Cerpen berlatar waktu akhir tahun 1965 memberi gambaran kepada pembaca tentang situasi yang dihadapi Martini dan Martono saat itu. Martono yang berhaluan PKI menjadi sasaran selebaran yang disebarkan atas nama Panglima Tertinggi ABRI Mayor Jenderal Soeharto. Semua warga ketakutan. Martono jarang pulang dan tersiar kabar ada banyak jenderal yang dibunuh. Martini dianjurkan segera meninggalkan desa karena Martono sedang diburu tentara. Sudah banyak 15 orang dibunuh karena tidak bisa menunjukkan tempat persembunyian Martono. Perburuan Martono dilakukan aparat dari Kodim, Sersan Wardoyo (pada awal cerita dikabarkan mati dilindas truk) dan Toyib (menjadi suami Martini yang berteriak dan menangis menyaksikan berita kematian Wardoyo) bertugas sebagai pemandu atau penunjuk jalan.
Martini melarikan diri ke kediaman Koh Ong, majikannya tempat Martini bekerja sebagai pembantu. Koh Ong, ternyata baru saja diciduk aparat karena ia seorang guru di sekolah yang didirikan organisasi Baperki. Seorang tentara, Sersan Wardoyo dan Pak Toyib tiba-tiba masuk ke rumah Koh Kong dan menapati Martini di sana. Toyib langsung menunjuk dan berteriak agar segera menangkap Martini. “Itu mbakyunya!” teriak sang jagabaya sambil menuding Martini. “Tidak mungkin dia tidak tahu di mana Martono!
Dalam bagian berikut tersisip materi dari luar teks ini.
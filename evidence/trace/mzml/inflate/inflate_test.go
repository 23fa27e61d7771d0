package inflate

import (
	"bytes"
	"encoding/binary"
	"errors"
	"fmt"
	"io"
	"math"
	"math/rand/v2"
	"testing"

	stdflate "compress/flate"
	stdzlib "compress/zlib"

	"github.com/klauspost/compress/zlib"
)

// reference is what the library says of the same bytes: at most limit of them.
func reference(src []byte, limit int) (out []byte, used int, err error) {
	in := bytes.NewReader(src)
	z, err := stdzlib.NewReader(in)
	if err != nil {
		return nil, 0, err
	}
	out, err = io.ReadAll(io.LimitReader(z, int64(limit)+1))
	return out, len(src) - in.Len(), err
}

// samples are data of several kinds, by name.
func samples() map[string][]byte {
	r := rand.New(rand.NewPCG(1, 2))
	random := make([]byte, 100_000)
	for i := range random {
		random[i] = byte(r.Uint32())
	}
	var masses, counts []byte
	for i := range 40_000 {
		masses = binary.LittleEndian.AppendUint64(masses, math.Float64bits(100+float64(i)*0.0137+r.Float64()*1e-3))
		counts = binary.LittleEndian.AppendUint32(counts, math.Float32bits(float32(r.ExpFloat64()*1000)))
	}
	text := bytes.Repeat([]byte("the quick brown fox jumps over the lazy dog; "), 3000)
	few := make([]byte, 70_000)
	for i := range few {
		few[i] = byte(r.Uint32() % 3)
	}
	return map[string][]byte{
		"empty": {}, "one byte": {7}, "zeros": make([]byte, 300_000), "random": random, "masses": masses, "counts": counts, "text": text, "few": few,
		"pairs": bytes.Repeat([]byte{1, 2}, 5000), "triples": bytes.Repeat([]byte{1, 2, 3}, 5000), "sevens": bytes.Repeat([]byte("abcdefg"), 999),
	}
}

func packed(t testing.TB, data []byte, level int) []byte {
	t.Helper()
	var b bytes.Buffer
	z, err := stdzlib.NewWriterLevel(&b, level)
	if err == nil {
		if _, err = z.Write(data); err == nil {
			err = z.Close()
		}
	}
	if err != nil {
		t.Fatal(err)
	}
	return b.Bytes()
}

// TestZlib undoes what the standard library packed, by every level, with and without room to spare.
func TestZlib(t *testing.T) {
	var d Decoder
	for name, data := range samples() {
		for _, level := range []int{stdflate.HuffmanOnly, 0, 1, 6, 9} {
			src := append(packed(t, data, level), "rest"...)
			for _, slack := range []int{0, 1, Slack} {
				dst := make([]byte, len(data), len(data)+slack)
				n, used, err := d.Zlib(dst, src)
				if err != nil || n != len(data) || used != len(src)-4 || !bytes.Equal(dst[:n], data) {
					t.Errorf("%s, level %d, slack %d: %d bytes of %d, used %d of %d, %v", name, level, slack, n, len(data), used, len(src)-4, err)
				}
			}
			if len(data) > 0 {
				if _, _, err := d.Zlib(make([]byte, len(data)-1, len(data)+Slack), src); !errors.Is(err, ErrLong) {
					t.Errorf("%s, level %d: one byte too small: %v", name, level, err)
				}
			}
		}
	}
}

// TestEveryCut refuses data that ends anywhere before its end, and a changed byte anywhere.
func TestEveryCut(t *testing.T) {
	var d Decoder
	data := samples()["counts"][:900]
	for _, level := range []int{stdflate.HuffmanOnly, 0, 6} {
		src := packed(t, data, level)
		for i := range src {
			dst := make([]byte, len(data), len(data)+Slack)
			if _, _, err := d.Zlib(dst, src[:i]); err == nil {
				t.Errorf("level %d: %d bytes of %d were accepted", level, i, len(src))
			}
			bad := bytes.Clone(src)
			bad[i] ^= 0x10
			if n, _, err := d.Zlib(dst, bad); err == nil && !bytes.Equal(dst[:n], data) {
				t.Errorf("level %d: byte %d changed, and nothing noticed", level, i)
			}
		}
	}
}

// FuzzZlib accepts and refuses what the standard library does, with the same bytes.
func FuzzZlib(f *testing.F) {
	for _, data := range samples() {
		data = data[:min(len(data), 3000)]
		for _, level := range []int{stdflate.HuffmanOnly, 0, 1, 9} {
			f.Add(packed(f, data, level))
		}
	}
	f.Add([]byte{0x78, 0x9c, 0x03, 0, 0, 0, 0, 1})
	var d Decoder
	f.Fuzz(func(t *testing.T, src []byte) {
		const limit = 1 << 16
		want, used, wantErr := reference(src, limit)
		for _, slack := range []int{0, Slack} {
			dst := make([]byte, limit, limit+slack)
			n, gotUsed, err := d.Zlib(dst, src)
			if len(want) > limit {
				if err == nil {
					t.Fatalf("%d bytes were accepted, want more than %d refused", n, limit)
				}
				continue
			}
			if (err == nil) != (wantErr == nil) {
				t.Fatalf("got %v, the library %v", err, wantErr)
			}
			if err == nil && (!bytes.Equal(dst[:n], want) || gotUsed != used) {
				t.Fatalf("%d bytes from %d, the library %d from %d", n, gotUsed, len(want), used)
			}
		}
	})
}

// BenchmarkInflate compares with the library, per byte of output.
func BenchmarkInflate(b *testing.B) {
	for _, name := range []string{"masses", "counts", "text"} {
		data := samples()[name]
		src := packed(b, data, 6)
		b.Run(fmt.Sprintf("data=%s/by=here", name), func(b *testing.B) {
			var d Decoder
			dst := make([]byte, len(data), len(data)+Slack)
			b.SetBytes(int64(len(data)))
			for b.Loop() {
				if _, _, err := d.Zlib(dst, src); err != nil {
					b.Fatal(err)
				}
			}
		})
		b.Run(fmt.Sprintf("data=%s/by=library", name), func(b *testing.B) {
			dst := make([]byte, len(data))
			in := bytes.NewReader(src)
			z, err := zlib.NewReader(in)
			if err != nil {
				b.Fatal(err)
			}
			b.SetBytes(int64(len(data)))
			for b.Loop() {
				in.Reset(src)
				if err := z.(zlib.Resetter).Reset(in, nil); err != nil {
					b.Fatal(err)
				}
				if _, err := io.ReadFull(z, dst); err != nil {
					b.Fatal(err)
				}
			}
		})
	}
}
Tangkap dia dulu, pasti nanti adiknya akan menyerah!”
Dalam perjalanan menuju rumah tahanan, Toyib berbisik kepada Martini tentang kemungkinan akan dilepas asalkan Martini mau dinikahinya. Martini tidak menanggapinya. Di rumah tahanan Martini disiksa dengan segala macam cara merasa seakan ajal menjemput. Saat itu Toyib datang. Dalam tekanan sisksaan itu Martini terpaksa menyerah pada keinginan Toyib. Toyib memapah Martini keluar dari ruang tahanan sambil berkata: “Dengan tudingan jari telunjuk ini aku bisa bikin orang mati dan hidup kembali. Seperti kamu!”
Bagian akhir cerpen Toyib digambarkan sangat menderita karena jari telunjuknya terasa seperti ditusuk jutaan jarum. Ia terus berteriak kesakitan. Martini, mencoba menghubungkan penderitaan jari telunjuk suaminya dengan pengalaman masa lalunya. Martini mengenang kembali dahulu banyak orang yang menjadi korban karena jari telunjuk suaminya. Pikiran Martini masih melayang, terbayang akan penderitaan masa lalunya. Siksaan di tahanan, dan siksa lahir batin oleh istri tua suaminya. Yang sangat membuat hatinya hancur, ketika Martono terberitakan dibantai dan dibuang ke Luwengombo.
Toyib tampaknya tidak menerima kalau penderitaannya dianggap kutukan karena masa lalunya. Toyib berlari ke dapur, mengambil parang pemotong daging. Tidak bisa dipastikan apakah Toyib memotong jarinya atau akan membunuh Martini?